Eventually, Cancellara gave up chasing and gesticulated visibly that he wasn’t going to drag his rivals to the finish line so they could beat him in a sprint (not one of Cancellara’s specialities). This let the group that was up the road gain more time. With 15km to go, as the main pre-race favourites marked each other out of contention, Johan van Summeren attacked his breakaway companions and went up the road solo toward the Roubaix velodrome.
Cancellara had no team mates around him and required help with the task in reeling in Van Summeren. World Champion Thor Hushovd is a team-mate of Van Summeren, as such he was entitled not to participate in an organized chase. Others, who did not have team-mates up the road, had no excuse in not helping Cancellara.
With two kilometres to go, Cancellara decided enough was enough and put in a huge attack with which he finally broke away from his main rivals. But it wasn’t enough. Van Summeren crossed the line in the Roubaix velodrome to take the victory that every classics rider dreams of.
Behind, Cancellara was strong enough to catch the remnants of Van Summeren’s breakaway companions and beat them in the sprint for second. Maarten Tjallingii rounded out the podium in third place.
Having been treated to a magnificent Milan San-Remo and a remarkable Tour of Flanders, cycling fans have been spoiled so far this Spring. But this year’s Paris-Roubaix did not disappoint either. Despite the glorious weather, the race displayed crashes galore, fascinating tactics, incredible racing and a surprise winner.
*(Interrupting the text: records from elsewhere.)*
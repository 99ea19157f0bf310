import { Dec, HUNDRED, toDecimalString } from "../decimal";
import type { IngredientComposition } from "../types";

/** Energy-yielding and proximate nutrients per 100 g, as USDA FoodData Central reports them. */
export interface NutrientsPer100g {
  water?: number;
  fat?: number;
  /** Saturated fatty acids. */
  saturates?: number;
  protein?: number;
  /** Carbohydrate by difference, fibre included (USDA's figure; EU "carbohydrate" is this minus fibre). */
  carbohydrateByDifference?: number;
  fibre?: number;
  sugars?: number;
  ash?: number;
  /** Sodium in mg; salt = sodium × 2.5 (Regulation (EU) 1169/2011 Annex I). */
  sodiumMg?: number;
}

function rest(fat: number, water: number): string {
  return toDecimalString(HUNDRED.minus(new Dec(fat)).minus(new Dec(water)));
}

/**
 * Composition of a milk powder from its nutrients: milkFat = fat, moisture = water and
 * milkSolidsNonFat = 100 − fat − water (lactose, protein and ash are all non-fat milk solids).
 * Exact decimal arithmetic; fields as decimal strings.
 */
export function dairyComposition(n: { fat: number; water: number }): IngredientComposition {
  return { milkFat: toDecimalString(new Dec(n.fat)), moisture: toDecimalString(new Dec(n.water)), milkSolidsNonFat: rest(n.fat, n.water) };
}

/**
 * Composition of a cocoa ingredient from its nutrients: cocoaButter = fat, moisture = water and
 * cocoaSolidsNonFat = 100 − fat − water (Directive 2000/36/EC Annex I: dry non-fat cocoa solids
 * are what remains of the cocoa ingredient without its fat and water).
 */
export function cocoaComposition(n: { fat: number; water: number }): IngredientComposition {
  return { cocoaButter: toDecimalString(new Dec(n.fat)), moisture: toDecimalString(new Dec(n.water)), cocoaSolidsNonFat: rest(n.fat, n.water) };
}
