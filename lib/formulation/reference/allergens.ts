/**
 * The allergens a label must emphasise or declare, by the short codes the ingredient library
 * uses (the same codes as lib/ingredients/allergens.ts).
 * - EU: Regulation (EU) No 1169/2011 Annex II (14 substances) and Art. 21(1)(b): emphasised in
 *   the ingredient list, e.g. in bold (primary).
 * - US: the nine major food allergens of FALCPA (21 U.S.C. 321(qq)), sesame added by the FASTER
 *   Act of 2021 (REFERENCE.md §4); declared in the list or in a "Contains" statement
 *   (21 U.S.C. 343(w)(1)). The "Contains" names follow FDA's examples (from memory).
 */
export interface AllergenRule {
  readonly code: string;
  /** Annex II point. */
  readonly euClause: string;
  /** Word added in brackets when the ingredient's name does not show the allergen. */
  readonly euWord: string;
  /** Parts of words that show the allergen in a name ("milk" also marks "buttermilk"). */
  readonly keywords: readonly string[];
  /** The US major food allergen, or null when it is not one (celery, mustard…). */
  readonly us: string | null;
  /** For cereals: only these words make it a US major allergen (wheat, not barley or rye). */
  readonly usOnlyWith?: readonly string[];
}

const annex = (point: number) => `Regulation (EU) No 1169/2011 Annex II point ${point}`;

export const ALLERGEN_RULES: readonly AllergenRule[] = [
  { code: "gluten", euClause: annex(1), euWord: "gluten", keywords: ["wheat", "rye", "barley", "oat", "spelt", "kamut", "gluten"], us: "Wheat", usOnlyWith: ["wheat", "spelt", "kamut"] },
  { code: "crustaceans", euClause: annex(2), euWord: "crustaceans", keywords: ["crustacean", "crab", "lobster", "prawn", "shrimp", "crayfish"], us: "Crustacean shellfish" },
  { code: "eggs", euClause: annex(3), euWord: "egg", keywords: ["egg"], us: "Egg" },
  { code: "fish", euClause: annex(4), euWord: "fish", keywords: ["fish"], us: "Fish" },
  { code: "peanuts", euClause: annex(5), euWord: "peanuts", keywords: ["peanut", "groundnut"], us: "Peanuts" },
  { code: "soybeans", euClause: annex(6), euWord: "soya", keywords: ["soy", "soja"], us: "Soy" },
  { code: "milk", euClause: annex(7), euWord: "milk", keywords: ["milk", "lactose", "whey", "cream", "cheese", "yoghurt", "yogurt", "casein"], us: "Milk" },
  {
    code: "nuts", euClause: annex(8), euWord: "nuts",
    keywords: ["almond", "hazelnut", "walnut", "cashew", "pecan", "brazil", "pistachio", "macadamia", "queensland"],
    us: "Tree nuts",
  },
  { code: "celery", euClause: annex(9), euWord: "celery", keywords: ["celery", "celeriac"], us: null },
  { code: "mustard", euClause: annex(10), euWord: "mustard", keywords: ["mustard"], us: null },
  { code: "sesame", euClause: annex(11), euWord: "sesame", keywords: ["sesame", "tahini"], us: "Sesame" },
  { code: "sulphites", euClause: annex(12), euWord: "sulphites", keywords: ["sulphite", "sulfite", "sulphur", "sulfur"], us: null },
  { code: "lupin", euClause: annex(13), euWord: "lupin", keywords: ["lupin"], us: null },
  { code: "molluscs", euClause: annex(14), euWord: "molluscs", keywords: ["mollusc", "mussel", "oyster", "squid", "clam", "scallop", "snail"], us: null },
];

/** The rule for an allergen code, or undefined for a code we do not know. */
export function findAllergenRule(code: string): AllergenRule | undefined {
  return ALLERGEN_RULES.find((rule) => rule.code === code);
}
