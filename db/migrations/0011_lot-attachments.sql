ALTER TYPE "public"."attachment_kind" ADD VALUE 'lab_report' BEFORE 'other';--> statement-breakpoint
ALTER TABLE "attachments" DROP CONSTRAINT "attachments_one_owner";--> statement-breakpoint
ALTER TABLE "attachments" ADD COLUMN "lot_id" uuid;--> statement-breakpoint
ALTER TABLE "attachments" ADD CONSTRAINT "attachments_lot_id_bean_lots_id_fk" FOREIGN KEY ("lot_id") REFERENCES "public"."bean_lots"("id") ON DELETE restrict ON UPDATE no action;--> statement-breakpoint
CREATE INDEX "attachments_lot_idx" ON "attachments" USING btree ("lot_id");--> statement-breakpoint
ALTER TABLE "attachments" ADD CONSTRAINT "attachments_one_owner" CHECK (num_nonnulls("attachments"."ingredient_id", "attachments"."supplier_id", "attachments"."lot_id") = 1);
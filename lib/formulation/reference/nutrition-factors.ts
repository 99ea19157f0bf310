import type { SourceStatus } from "../types";

/**
 * Constants of the nutrition declaration, each with its clause and how sure we are of it
 * (see /work/shared/REFERENCE.md §4 for the status words).
 */

const EU_1169 = "Regulation (EU) No 1169/2011";
const CFR_101_9 = "21 CFR 101.9";

/** A figure with where it comes from. */
export interface SourcedFactor {
  readonly value: string;
  readonly clause: string;
  readonly status: SourceStatus;
}

/**
 * EU energy conversion factors per gram, Regulation (EU) No 1169/2011 Annex XIV (primary).
 * Carbohydrate here is *available* carbohydrate (USDA's by-difference figure less fibre).
 * Polyols, alcohol and organic acids have factors too; chocolate recipes here carry none.
 */
export const EU_ENERGY_FACTORS = {
  fat: { kj: "37", kcal: "9" },
  carbohydrate: { kj: "17", kcal: "4" },
  protein: { kj: "17", kcal: "4" },
  fibre: { kj: "8", kcal: "2" },
  clause: `${EU_1169} Annex XIV`,
  status: "primary",
} as const;

/**
 * US general factors, kcal per gram of protein, total carbohydrate (fibre included) and total
 * fat, applied to unrounded amounts: 21 CFR 101.9(c)(1)(i)(B) (primary for the factors; the
 * sub-letter (B) from memory).
 */
export const US_GENERAL_FACTORS = {
  protein: "4",
  carbohydrate: "4",
  fat: "9",
  clause: `${CFR_101_9}(c)(1)(i)(B)`,
  status: "primary",
} as const;

/** Salt = sodium × 2.5: Regulation (EU) No 1169/2011 Annex I point 11 (primary). */
export const SALT_PER_SODIUM: SourcedFactor = { value: "2.5", clause: `${EU_1169} Annex I point 11`, status: "primary" };

/**
 * Reference intakes of an average adult, Regulation (EU) No 1169/2011 Annex XIII Part B
 * (REFERENCE.md §4: memory). Energy in kJ and kcal, the rest in grams.
 */
export const EU_REFERENCE_INTAKES = {
  energyKj: "8400",
  energyKcal: "2000",
  fat: "70",
  saturates: "20",
  carbohydrate: "260",
  sugars: "90",
  protein: "50",
  salt: "6",
  clause: `${EU_1169} Annex XIII Part B`,
  status: "memory",
} as const;

/**
 * Daily values for adults and children 4 years and over (2016 rule), 21 CFR 101.9(c)(9) and
 * (c)(7)(iii) (REFERENCE.md §4: memory). Grams, sodium in mg.
 */
export const US_DAILY_VALUES = {
  fat: "78",
  saturates: "20",
  sodiumMg: "2300",
  carbohydrate: "275",
  fibre: "28",
  addedSugars: "50",
  protein: "50",
  clause: `${CFR_101_9}(c)(9)`,
  status: "memory",
} as const;

/**
 * Reference amount customarily consumed (RACC) for chocolate bars: "all other candies", 30 g,
 * 21 CFR 101.12(b) Table 2 (REFERENCE.md §4: secondary).
 */
export const US_RACC_CHOCOLATE_BAR: SourcedFactor = { value: "30", clause: "21 CFR 101.12(b) Table 2 (candies, all other)", status: "secondary" };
Fans would be hard pushed to remember a triumvirate of monument classics as inspiring as what we’ve been treated to this year.
With Johan van Summeren taking the victory, it sees Belgian cyclists taking the victory in all three cobbled classics in 2011, Ghent-Wevelgem (Tom Boonen), the Tour of Flanders (Nick Nuyens) and now Paris-Roubaix. This is the first time these three races have been won by three different Belgians since 1976.
Also, by finishing second, Fabian Cancellara has become the first man since Seán Kelly in 1986 to finish on the podium of the first three monument classics of the season.
It could be argued that the World time trial champion was actually the strongest rider in all three races but he failed to win any of them. The unforgiving domination with which Cancellara achieved the Flanders/Roubaix double last year has worked against him this year as his rivals conspired to ensure he would finish the spring classics empty handed.
Irish champion Matt Brammeier made his debut in the Queen of the Classics as he was a late addition to his HTC-HighRoad team line-up. His appearance signals the first time there has been an Irish interest in the race since twice winner Sean Kelly finished 29th in 1992.
Brammeier’s two goals for the race were to do whatever work he could for the team and to soldier on to Roubaix to finish the race at his first attempt; he managed both. He was visible at the front of the peloton dragging back the breakaway, and he did indeed finish the race, although he ended up too far behind to be attributed an official time.
The classics season continues next weekend with the Amstel Gold race. Along with Fleche Wallonne and Liege-Bastogne-Liege, this race makes up one third of the Ardennes classics. Unlike the cobbled variety, these races are much more suited to smaller, punchier riders. As such, Nicolas Roche, Dan Martin and Philip Deignan should all be present.